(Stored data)
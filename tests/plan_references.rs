//! Planning checked against closed forms and against `simulate`.
//!
//! Source of the closed forms: the Beer–Lambert law (absorbance A = ε c l; fraction absorbed
//! 1 − 10^−A), which for one absorber A → P with quantum yield Φ under a photon flux q into a
//! volume V gives dc/dt = −(Φ q / V)(1 − 10^(−ε l c)). With k = ε l ln 10 this integrates to
//!
//!   t(c) = (V / (Φ q)) · [ (c₀ − c) + (ln(1 − e^(−k c₀)) − ln(1 − e^(−k c))) / k ].
//!
//! Two limits follow (textbook photokinetics, `common practice`): optically thin (k c ≪ 1),
//! first order, t = ln(c₀/c) V / (Φ q k); totally absorbing (k c ≫ 1), zero order,
//! t = (c₀ − c) V / (Φ q). In both, t ∝ 1/q exactly when every step is photochemical (the
//! right-hand side is q times a function of c). What is tested:
//! - the plan's time equals t(c) above (thin and thick cells), to 1e-6 relative;
//! - time ∝ 1/power: doubling the power halves the time, to 1e-6 relative (thin cell);
//! - totally absorbing cell: the time to a fixed *amount* formed does not depend on c₀, and the
//!   time to a fixed *fraction* is proportional to c₀;
//! - `plan` agrees with `simulate` run to the reported time (the target met to the tolerance);
//! - the inverse (light for a given time) against t ∝ 1/q;
//! - the daily light schedule against a closed-form piecewise solution with a dark step;
//! - unreachable targets: a photostationary state and a product lost to a side reaction.

use photoledger::kinetics::{self, Options, Schedule};
use photoledger::model::Model;
use photoledger::network::{self, Network, Overrides};
use photoledger::plan::{self, PlanOptions, Why};
use std::path::Path;

fn net(text: &str) -> Network {
    let loaded = photoledger::file::parse_text(Path::new("test.toml"), text.to_string()).expect("parses");
    network::build(&loaded, &Overrides::none()).expect("valid")
}

/// A -> P under a 365 nm line, no background; ε of A in L/(mol cm), c₀ in mol/L, q in einstein/s.
fn a_to_p(eps: f64, c0: f64, q: f64, phi: f64) -> Model {
    Model::compile(&net(&format!(
        r#"
[about]
name = "invented A -> P"
description = "invented test network"
provenance = "invented"
invented = true
[conditions]
temperature = "298.15 K"
volume = "3 mL"
path_length = "1 cm"
[[light]]
name = "line"
kind = "line"
wavelength = "365 nm"
photon_flux = "{q} einstein/s"
[[species]]
name = "A"
initial = "{c0} M"
epsilon = {{ wavelength_unit = "nm", unit = "L/(mol cm)", points = [[300, {eps}], [400, {eps}]] }}
[[species]]
name = "P"
[[photo]]
equation = "A -> P"
quantum_yield = {phi}
"#
    )))
}

/// t(c) from the Beer–Lambert closed form above (V in L, ε in L/(mol cm), l = 1 cm).
fn closed_form(eps: f64, c0: f64, c: f64, q: f64, phi: f64, v: f64) -> f64 {
    let k = eps * 1.0 * std::f64::consts::LN_10;
    v / (phi * q) * ((c0 - c) + ((-(-k * c0).exp_m1()).ln() - (-(-k * c).exp_m1()).ln()) / k)
}

fn plan_time(m: &Model, target: &str) -> f64 {
    let t = plan::target::parse(target, m).expect("target");
    plan::time_to_target(m, &t, &PlanOptions::default())
        .expect("plans")
        .time
        .expect("reached")
}

fn rel(a: f64, b: f64) -> f64 {
    (a - b).abs() / b.abs()
}

#[test]
fn time_matches_beer_lambert_closed_form_thin_and_thick() {
    // Thin: A₀ = 10 × 1e-4 = 1e-3. Thick: A₀ = 5000 × 0.02 = 100.
    for (eps, c0) in [(10.0, 1e-4), (5000.0, 0.02), (300.0, 1e-3)] {
        let (q, phi) = (2e-8, 0.4);
        let m = a_to_p(eps, c0, q, phi);
        let t = plan_time(&m, "P > 60 %");
        let expect = closed_form(eps, c0, 0.4 * c0, q, phi, 3e-3);
        assert!(
            rel(t, expect) < 1e-6,
            "ε {eps}, c₀ {c0}: plan {t} s, Beer–Lambert closed form {expect} s"
        );
    }
}

#[test]
fn time_scales_as_one_over_power_in_thin_cell() {
    let m = a_to_p(10.0, 1e-4, 1e-8, 0.3);
    let t1 = plan_time(&m, "A < 20 %");
    let t2 = plan_time(&m.with_light_scale(2.0), "A < 20 %");
    let t10 = plan_time(&m.with_light_scale(10.0), "A < 20 %");
    assert!(rel(t2, t1 / 2.0) < 1e-6, "{t1} {t2}");
    assert!(rel(t10, t1 / 10.0) < 1e-6, "{t1} {t10}");
    // And the thin limit itself: t = ln(5) V / (Φ q k) within the thin-cell error (A₀ = 1e-3).
    let k = 10.0 * std::f64::consts::LN_10;
    let thin = 5f64.ln() * 3e-3 / (0.3 * 1e-8 * k);
    assert!(rel(t1, thin) < 2e-3, "{t1} vs thin limit {thin}");
}

#[test]
fn totally_absorbing_time_to_amount_is_independent_of_concentration() {
    // A₀ = 1e4 × c₀ × 1 cm ≥ 100 throughout: zero order, rate Φ q / V.
    let (q, phi) = (3e-8, 0.5);
    let ta = plan_time(&a_to_p(1e4, 0.01, q, phi), "P > 1 mM");
    let tb = plan_time(&a_to_p(1e4, 0.02, q, phi), "P > 1 mM");
    let zero_order = 1e-3 * 3e-3 / (phi * q);
    assert!(rel(ta, tb) < 1e-6, "{ta} vs {tb}");
    assert!(rel(ta, zero_order) < 1e-6, "{ta} vs zero order {zero_order}");
    // Time to a fixed fraction scales with c₀.
    let fa = plan_time(&a_to_p(1e4, 0.01, q, phi), "P > 50 %");
    let fb = plan_time(&a_to_p(1e4, 0.02, q, phi), "P > 50 %");
    assert!(rel(fb, 2.0 * fa) < 1e-6, "{fa} vs {fb}");
}

#[test]
fn plan_agrees_with_simulate_at_the_reported_time() {
    let text = std::fs::read_to_string(concat!(env!("CARGO_MANIFEST_DIR"), "/networks/photoswitch.toml")).unwrap();
    let n = network::build(
        &photoledger::file::parse_text(
            Path::new(concat!(env!("CARGO_MANIFEST_DIR"), "/networks/photoswitch.toml")),
            text,
        )
        .unwrap(),
        &Overrides::none(),
    )
    .unwrap();
    let m = Model::compile(&n);
    let target = plan::target::parse("Z-azo > 20 µM", &m).unwrap();
    let p = plan::time_to_target(&m, &target, &PlanOptions::default()).unwrap();
    let t = p.time.expect("reached");
    let mut o = Options::until(t);
    o.rtol = 1e-10;
    o.atol = 1e-16;
    o.method = kinetics::Method::Bdf;
    let tr = kinetics::simulate(&m, &o, &mut |_| {}).unwrap();
    let z = tr.last()[m.species_index("Z-azo").unwrap()];
    assert!(rel(z, 20e-6) < 1e-6, "simulate gives {z} M at {t} s");
}

#[test]
fn light_for_a_given_time_follows_one_over_power() {
    let m = a_to_p(10.0, 1e-4, 1e-8, 0.3);
    let target = plan::target::parse("P > 50 %", &m).unwrap();
    let t1 = plan_time(&m, "P > 50 %");
    let want = 600.0;
    let s = plan::power_for_time(&m, &target, want, &PlanOptions::default())
        .unwrap()
        .unwrap();
    assert!(rel(s.scale, t1 / want) < 2e-6, "scale {} vs {}", s.scale, t1 / want);
    assert!(rel(s.plan.time.unwrap(), want) < plan::POWER_TOLERANCE);
}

### Directions
Would you retype exactly the lines above, from the line with "rate Φ q / V." to the line with "assert!(rel(ta, tb) <", with both end lines kept and nothing more?

### Output for this task
    // A₀ = 1e4 × c₀ × 1 cm ≥ 100 throughout: zero order, rate Φ q / V.
    let (q, phi) = (3e-8, 0.5);
    let ta = plan_time(&a_to_p(1e4, 0.01, q, phi), "P > 1 mM");
    let tb = plan_time(&a_to_p(1e4, 0.02, q, phi), "P > 1 mM");
    let zero_order = 1e-3 * 3e-3 / (phi * q);
    assert!(rel(ta, tb) < 1e-6, "{ta} vs {tb}");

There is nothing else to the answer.